The final example, who also made a very clear statement of hope for Russia's defeat, was 68-year-old Alexander Skobov. He was first detained in 1978, in Soviet times, tried for activity in the dissident movement and subjected to forcible psychiatric treatment. This year, 47 years later, he was again in court on charges related to what he said about the war. 

In court, he spelled out three principles of his political organisation, the Free Russia Forum: the unconditional return to Ukraine of all its internationally recognised territories occupied by Russia, including Crimea; support for all those fighting for this goal, including Russian citizens who joined the Ukrainian Armed Forces; and support for “armed resistance to this aggression on the battlefield and in the aggressor’s rear”, but excluding terrorist attacks on civilians.

Putin’s Russia: The 21st century gulag

Regarding the scale of repression in Russia, I propose we use the phrase “the 21st century gulag”, which I think is fully justified. Memorial: Political Prisoners Support, one of the main non-governmental organisations supporting political prisoners, has a list with more than 3000 names on it. The last time there were comparable numbers of political prisoners was in the mid 1970s under Leonid Brezhnev.

In addition to the people detained in Russia, there are many prisoners from the occupied territories of Ukraine. In their cases, there is a great deal of uncertainty about the numbers. The Kharkiv Human Rights Protection Group, in a submission to the International Criminal Court, identified more than 5000 civilian victims of “enforced disappearances” from the occupied territories. These people may be in detention or dead. In most cases their families do not know.

In 2023, two Ukrainian human rights groups, Zmina and the Center for Civil Liberties, compiled a list of 585 arrested civilians who were in detention or missing due to their political and civic activity in the occupied territories. This list included local government representatives, former military personnel, volunteers, activists and journalists.

The cases of political prisoners from Crimea are more known because of the strength of civil society organisations there. The Crimean Human Rights Group currently has a register of 265 of such prisoners, many from the Crimean Tatar community. Then, there are also thousands of civilian prisoners who have been moved from the so-called people’s republics of Donetsk and Luhansk. They were tried under very local arbitrary legal systems and transferred to the Russian prison system.
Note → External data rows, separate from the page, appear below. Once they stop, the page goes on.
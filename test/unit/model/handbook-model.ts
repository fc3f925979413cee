import { buildModelDocument } from '../../../shared/model/model-document.js';
import type { ModelDocument } from '../../../shared/schemas/model-document.js';
import type { Mechanism } from '../../support/mechanisms/mechanism.js';

/** The model document of a mechanism's handbook energy and Lagrangian (its `energyTerms`, `lagrangianTerms`). */
export function handbookModelDocument(mechanism: Mechanism, title: string | null = mechanism.name): ModelDocument {
  return buildModelDocument({
    coordinates: mechanism.coordinates,
    energy: { terms: Object.keys(mechanism.energyTerms), coefficients: Object.values(mechanism.energyTerms) },
    lagrangian: { terms: Object.keys(mechanism.lagrangianTerms), coefficients: Object.values(mechanism.lagrangianTerms) },
    provenance: { source: 'handbook', form: null, estimator: null, recordings: [], sweep: null, scores: null },
    title,
  });
}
Solidarity with anti-war political prisoners

In the world we live in, with militarism and authoritarianism on the rise, the anti-war protests in Russia have international significance.

It is worth making a comparison: in Britain, which is very far from facing the sort of dictatorship that rules Russia, or even the threats to democracy that we see now in the United States, the criminalisation of anti-war protesters follows a very similar Kafkaesque ideological logic to what we see in Russia. Palestine Action, which organises direct action protests against arms deliveries to Israel, is threatened with a ban under anti-terror legislation. Singers who have denounced the genocide in Gaza are investigated by the police. The parallels with some Russian cases are striking.

What can be done in Western countries about these political prisoners? First, we can raise awareness, particularly in left-wing circles, where the influence of campism remains strong. By campism, I mean the idea that Russia is not really an imperialist power and does not deserve the same condemnation as the US or Israel.

Another thing is writing letters. It is very difficult to write letters from Western countries, which is a standard form of support for political prisoners. It is possible for Russian speakers, but in practice not for others. But we can send money to people who organise parcels and letters. Memorial is the biggest and most well-known. There is also OVD-info, which has been doing fantastic work over the past three years. And I have also already mentioned Solidarity Zonethe Crimea Human Rights Group and the Kharkiv Human Rights Protection Group, which has its roots in Memorial. These are all organisations that fully deserve our support.